# Another winter storm is on the way for this weekend..



## PlowOrDie (Oct 26, 2007)

Another winter storm is on the way, and it will cause widespread travel problems. Fortunately, this does not appear to be in the same league with the storm that crossed the country late last week. This one will start dumping snow on the central Rockies Thursday. Friday, the snowy weather will streak out across the Great Plains. The Midwest and northern Great Lakes will get the worst of the storm Friday night and Saturday.
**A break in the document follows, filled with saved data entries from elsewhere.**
import { useState } from 'react';
import type { LigandReading } from '#src/chem/formula/index.ts';
import { LevelsOfComplex } from '#src/components/ligand-field/LevelsOfComplex.tsx';
import { SymmetryOfComplex } from '#src/components/symmetry/SymmetryOfComplex.tsx';
import { Button, ButtonLink } from '#src/components/ui/Button.tsx';
import { StatusLine } from '#src/components/ui/StatusLine.tsx';
import { CautionsPanel } from '../register/CautionsPanel.tsx';
import { BandsPanel } from './BandsPanel.tsx';
import { Banners } from './Banners.tsx';
import { EditDialog } from './EditDialog.tsx';
import { HistoryPanel } from './HistoryPanel.tsx';
import { PreparationsPanel } from './PreparationsPanel.tsx';
import { SpecimenLabel } from './SpecimenLabel.tsx';
import { SpectraPanel } from './SpectraPanel.tsx';
import { type StateChange, StateDialog } from './StateDialog.tsx';
import { type FirstComplex, useBandLists, useComplexRecord } from './useComplexPage.ts';

interface ComplexPageProps {
  first: FirstComplex;
  /** Ligands as the formula reads. */
  ligands: LigandReading[];
  /** Answers given when the formula was read at registration. */
  answers: Record<string, string>;
  /** Labs the reader may add preparations for; null for a guest, who is shown nothing of preparations. */
  labs: { id: string; name: string }[] | null;
  sentences: { NO_CAUTION_COMPUTED: string; NO_RULE_MATCHED: string; STANDING_SENTENCE: string };
}

/** A complex: its label, its spectra over each other, their bands, what was made and what happened. */
export function ComplexPage({ first, ligands, answers, labs, sentences }: ComplexPageProps) {
  const { complex, etag, reload } = useComplexRecord(first);
  const bandLists = useBandLists(first.spectra, first.bands);
  const [open, setOpen] = useState<'edit' | StateChange | null>(null);
  const [said, setSaid] = useState<string | null>(null);
  const addAt =
    complex.may.addSpectrum && labs !== null && labs.length > 0 ? `/spectra/new?complex=${complex.accession}` : null;
  const saved = (what: string) => () => {
    setSaid(what);
    void reload();
  };
  return (
    <div className="flex flex-col gap-5">
      <Banners complex={complex} alias={first.alias ?? null} />
      <div className="grid items-start gap-6 lg:grid-cols-[292px_minmax(0,1fr)]">
        <aside aria-label="Identity" className="flex min-w-0 flex-col gap-5">
          <SpecimenLabel complex={complex} ligands={ligands} />
          <CautionsPanel cautions={complex.cautions} sentences={sentences} />
        </aside>
        <div className="grid min-w-0 grid-cols-[minmax(0,1fr)] gap-5">
          {(addAt || complex.may.change || said) && (
            <div className="no-print flex flex-wrap items-center gap-2">
              {addAt && (
                <ButtonLink kind="primary" href={addAt}>
                  Add a spectrum
                </ButtonLink>
              )}
              {complex.may.change && <Actions state={complex.state} onChoose={setOpen} />}
              <StatusLine>{said}</StatusLine>
            </div>
          )}
          <SpectraPanel spectra={first.spectra} total={first.totalSpectra} bandLists={bandLists} addAt={addAt} />
          <BandsPanel lists={bandLists} hasSpectra={first.spectra.length > 0} />
          <LevelsOfComplex
            complex={complex}
            ligands={ligands}
            lists={bandLists}
            maySave={labs !== null && complex.state !== 'withdrawn'}
          />
          <SymmetryOfComplex complex={complex} lists={bandLists} />
          <div className={`grid items-start gap-5 ${labs ? 'xl:grid-cols-[minmax(0,1fr)_minmax(0,1fr)]' : ''}`}>
            {labs && <PreparationsPanel complex={complex} labs={labs} onAdded={saved('The preparation is added')} />}
            <HistoryPanel history={complex.history} />
          </div>
        </div>
      </div>
      {open === 'edit' && (
        <EditDialog {...{ complex, etag, answers }} onSaved={saved('Saved')} onClose={() => setOpen(null)} />
      )}
      {open !== null && open !== 'edit' && (
        <StateDialog
          change={open}
          what="complex"
          name={complex.accession}
          url={`/api/complexes/${complex.accession}`}
          etag={etag}
          onSaved={saved('Saved')}
          onDeleted={() => location.assign('/complexes')}
          onClose={() => setOpen(null)}
        />
      )}
    </div>
  );
}

function Actions({ state, onChoose }: { state: string; onChoose: (what: 'edit' | StateChange) => void }) {
  return (
    <>
      {state === 'draft' && <Button onClick={() => onChoose('register')}>Register</Button>}
      {state !== 'withdrawn' && <Button onClick={() => onChoose('edit')}>Edit</Button>}
      {state === 'registered' && <Button onClick={() => onChoose('withdraw')}>Withdraw</Button>}
      {state === 'draft' && (
        <Button kind="danger" onClick={() => onChoose('delete')}>
          Delete draft
        </Button>
      )}
      {state === 'withdrawn' && <Button onClick={() => onChoose('restore')}>Take the withdrawal back</Button>}
    </>
  );
}
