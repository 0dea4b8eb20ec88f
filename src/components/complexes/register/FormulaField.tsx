import { type RefObject, useId } from 'react';
import { CONTROL } from '#src/components/ui/Field.tsx';
import type { Attempt } from './reading.ts';

interface FormulaFieldProps {
  field: RefObject<HTMLInputElement>;
  onType: (formula: string) => void;
  attempt: Attempt | null;
  /** The text that was read; what is in the field may be a keystroke ahead. */
  formula: string;
}

/** The one field of a registration, and under it where and why the text cannot be read. */
export function FormulaField({ field, onType, attempt, formula }: FormulaFieldProps) {
  const id = useId();
  const refusal = attempt?.kind === 'refused' ? attempt : null;
  return (
    <div className="flex flex-col gap-1">
      <label htmlFor={id} className="text-xs text-ink-soft">
        Formula, as you would write it. Salts and solvates are read too.
      </label>
      <input
        ref={field}
        id={id}
        type="text"
        defaultValue=""
        onInput={(event) => onType(event.currentTarget.value)}
        aria-describedby={refusal ? `${id}-refusal` : undefined}
        aria-invalid={refusal ? true : undefined}
        autoComplete="off"
        autoCapitalize="off"
        autoCorrect="off"
        spellCheck={false}
        maxLength={500}
        className={`${CONTROL} num min-h-14 text-lg`}
      />
      <div id={`${id}-refusal`} role="status" className="text-alert">
        {refusal && (
          <>
            {refusal.position !== null && <Marked text={formula} position={refusal.position} />}
            <p className="flex gap-1.5 font-medium">
              <span aria-hidden="true">▲</span>
              <span>
                {refusal.message}
                {refusal.position !== null && !/at character/.test(refusal.message) && (
                  <span className="font-normal text-ink-soft"> (at character {refusal.position + 1})</span>
                )}
              </span>
            </p>
          </>
        )}
      </div>
    </div>
  );
}

/** The text again with a mark under the place that is meant. */
function Marked({ text, position }: { text: string; position: number }) {
  const at = Math.min(position, text.length);
  return (
    <p aria-hidden="true" className="num overflow-x-auto px-3 pt-1.5 pb-1 text-lg leading-tight whitespace-pre">
      <span className="text-ink-soft">{text.slice(0, at)}</span>
      <span className="border-b-2 border-alert bg-alert-wash font-medium">{text.charAt(at) || '\u00a0'}</span>
      <span className="text-ink-soft">{text.slice(at + 1)}</span>
    </p>
  );
}
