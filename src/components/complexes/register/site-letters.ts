import type { LigandReading } from '#src/chem/formula/index.ts';

/** What stands in the disc of each vertex, and what the letters mean. */
export interface SiteLetters {
  letters: string[];
  /** Letter and ligands, for those that the letter alone does not tell. */
  key: { letter: string; ligand: string }[];
}

const PRIMES = ['', '′', '″', '‴'];

/**
 * Short letters for the donors of a drawing: the donor atom, with primes where two kinds of ligand bring the same.
 *
 * @param sites - donor label at each vertex, as the list of isomers gives it: `Cl`, `PPh3`, `N`, `N(bpy)`
 */
export function siteLetters(sites: readonly string[], ligands: readonly LigandReading[]): SiteLetters {
  const kinds = [...new Set(sites)].sort();
  const known = kinds.map((label) => ({ label, ...describe(label, ligands) }));
  const seen = new Map<string, number>();
  const letterOf = new Map<string, { letter: string; ligand: string }>();
  for (const { label, donor, ligand } of known) {
    const nth = seen.get(donor) ?? 0;
    seen.set(donor, nth + 1);
    letterOf.set(label, { letter: `${donor}${PRIMES[nth] ?? `(${nth + 1})`}`, ligand });
  }
  const ambiguous = known.some(({ donor }) => (seen.get(donor) ?? 0) > 1);
  return {
    letters: sites.map((label) => letterOf.get(label)!.letter),
    key: ambiguous ? kinds.map((label) => letterOf.get(label)!) : [],
  };
}

/** The donor atom behind a label, and the ligand or ligands that bring it. */
function describe(label: string, ligands: readonly LigandReading[]): { donor: string; ligand: string } {
  const qualified = /^([A-Z][a-z]?)'*\((.+)\)$/.exec(label);
  if (qualified) return { donor: qualified[1]!, ligand: qualified[2]! };
  const single = ligands.find(({ abbreviation, denticity }) => abbreviation === label && denticity === 1);
  if (single) return { donor: single.donors[0] ?? label, ligand: single.abbreviation };
  const bringers = ligands.filter(({ donors, denticity }) => denticity > 1 && donors.includes(label));
  return { donor: label.replace(/'+$/, ''), ligand: bringers.map(({ abbreviation }) => abbreviation).join(', ') };
}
In the backlash of the storm a fresh arctic air mass will rush southward through the nation's midsection.


----------



## cornbinder (Oct 16, 2005)

yeah right. we're gonna get rain. upper 30's &low 40's for the rest of the week. first day below freezing is next monday, by then the storm will have passed.


----------



## MorningDew Farm (May 22, 2007)

yeah.....i've heard we're getting rain on sunday 37deg. in Vt. .....Then freeze of course


----------



## PlowOrDie (Oct 26, 2007)

accuweather changed the pic.... thats pretty funny...


----------



## gardenkeeper88 (Dec 22, 2001)

Sounds kind of messy here.
Rain Saturday then temps dropping and turning to snow on sat nite and sunday then possible lake effect on Mon.


----------



## cornbinder (Oct 16, 2005)

a pre christmas storm would be nice!! go to christmas dinner with another round of plowing /salting for the next billing cycle would be all right with me!LOL later, pete


----------



## Burkartsplow (Nov 1, 2007)

rain rain rain and a little slush on the side. to warm here in the midwest>>>


----------